ASSIGNMENT – Where in the entries below does "spoken" appear? Copy every line that has it.

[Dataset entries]
★ ★ ★
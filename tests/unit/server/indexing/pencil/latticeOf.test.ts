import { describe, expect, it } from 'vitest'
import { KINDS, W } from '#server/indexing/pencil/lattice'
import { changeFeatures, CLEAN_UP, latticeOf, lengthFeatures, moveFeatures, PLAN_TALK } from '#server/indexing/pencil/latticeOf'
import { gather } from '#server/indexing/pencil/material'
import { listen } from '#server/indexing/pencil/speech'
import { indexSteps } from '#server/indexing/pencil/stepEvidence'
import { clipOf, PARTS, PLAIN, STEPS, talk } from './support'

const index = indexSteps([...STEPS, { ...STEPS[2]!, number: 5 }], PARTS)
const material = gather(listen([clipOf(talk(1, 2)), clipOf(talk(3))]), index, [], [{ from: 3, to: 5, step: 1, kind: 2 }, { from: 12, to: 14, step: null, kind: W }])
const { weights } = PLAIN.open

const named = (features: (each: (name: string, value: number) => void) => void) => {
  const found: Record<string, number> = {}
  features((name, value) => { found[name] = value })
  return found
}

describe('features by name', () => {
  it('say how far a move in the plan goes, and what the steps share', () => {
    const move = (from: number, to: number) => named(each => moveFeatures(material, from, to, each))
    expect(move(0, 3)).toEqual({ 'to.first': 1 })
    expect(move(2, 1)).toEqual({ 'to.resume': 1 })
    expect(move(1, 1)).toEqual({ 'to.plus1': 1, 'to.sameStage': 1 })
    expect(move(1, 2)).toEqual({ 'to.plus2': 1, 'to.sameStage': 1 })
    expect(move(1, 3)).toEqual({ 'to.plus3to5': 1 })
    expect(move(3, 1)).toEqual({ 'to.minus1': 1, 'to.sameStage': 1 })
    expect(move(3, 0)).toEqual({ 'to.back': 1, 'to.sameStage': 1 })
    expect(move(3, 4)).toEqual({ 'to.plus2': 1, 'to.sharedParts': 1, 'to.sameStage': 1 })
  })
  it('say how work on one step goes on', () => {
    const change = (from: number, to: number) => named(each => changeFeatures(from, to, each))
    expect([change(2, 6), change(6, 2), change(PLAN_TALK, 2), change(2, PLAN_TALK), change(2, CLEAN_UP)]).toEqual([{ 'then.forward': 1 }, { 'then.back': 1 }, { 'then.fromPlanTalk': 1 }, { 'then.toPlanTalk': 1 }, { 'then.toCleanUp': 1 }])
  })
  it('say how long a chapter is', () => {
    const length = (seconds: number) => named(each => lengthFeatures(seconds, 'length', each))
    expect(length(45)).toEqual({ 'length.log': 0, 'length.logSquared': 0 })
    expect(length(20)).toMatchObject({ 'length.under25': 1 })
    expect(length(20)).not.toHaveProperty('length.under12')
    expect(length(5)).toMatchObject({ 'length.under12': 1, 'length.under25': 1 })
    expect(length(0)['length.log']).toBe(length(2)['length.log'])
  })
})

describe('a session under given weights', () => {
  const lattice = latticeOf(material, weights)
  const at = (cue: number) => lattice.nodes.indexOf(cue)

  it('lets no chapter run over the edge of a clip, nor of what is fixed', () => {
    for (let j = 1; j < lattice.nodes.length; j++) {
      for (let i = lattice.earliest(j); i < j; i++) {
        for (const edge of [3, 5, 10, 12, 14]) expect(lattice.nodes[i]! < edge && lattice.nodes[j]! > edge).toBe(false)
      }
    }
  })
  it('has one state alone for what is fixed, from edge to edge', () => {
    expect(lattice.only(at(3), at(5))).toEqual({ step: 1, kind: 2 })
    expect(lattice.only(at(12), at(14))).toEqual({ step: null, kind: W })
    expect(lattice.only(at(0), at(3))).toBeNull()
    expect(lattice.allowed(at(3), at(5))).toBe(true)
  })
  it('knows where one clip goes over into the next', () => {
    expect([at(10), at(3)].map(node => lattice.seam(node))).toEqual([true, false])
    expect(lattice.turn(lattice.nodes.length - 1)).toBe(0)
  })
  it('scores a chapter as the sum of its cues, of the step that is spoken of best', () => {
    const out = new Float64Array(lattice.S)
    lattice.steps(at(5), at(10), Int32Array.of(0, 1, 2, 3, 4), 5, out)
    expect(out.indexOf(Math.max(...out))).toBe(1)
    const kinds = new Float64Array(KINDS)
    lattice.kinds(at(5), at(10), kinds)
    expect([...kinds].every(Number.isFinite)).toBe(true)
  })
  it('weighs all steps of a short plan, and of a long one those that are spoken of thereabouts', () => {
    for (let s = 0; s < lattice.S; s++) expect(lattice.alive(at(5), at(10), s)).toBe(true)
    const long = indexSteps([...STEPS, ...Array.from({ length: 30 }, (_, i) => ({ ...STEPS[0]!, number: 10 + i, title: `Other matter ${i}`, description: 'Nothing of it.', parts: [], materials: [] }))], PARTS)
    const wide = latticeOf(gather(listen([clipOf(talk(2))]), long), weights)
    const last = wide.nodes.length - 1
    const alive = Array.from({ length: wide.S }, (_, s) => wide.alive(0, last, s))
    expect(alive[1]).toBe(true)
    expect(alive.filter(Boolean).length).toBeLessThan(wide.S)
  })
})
★ ★ ★
TASK OUTPUT –
  it('scores a chapter as the sum of its cues, of the step that is spoken of best', () => {
  it('weighs all steps of a short plan, and of a long one those that are spoken of thereabouts', () => {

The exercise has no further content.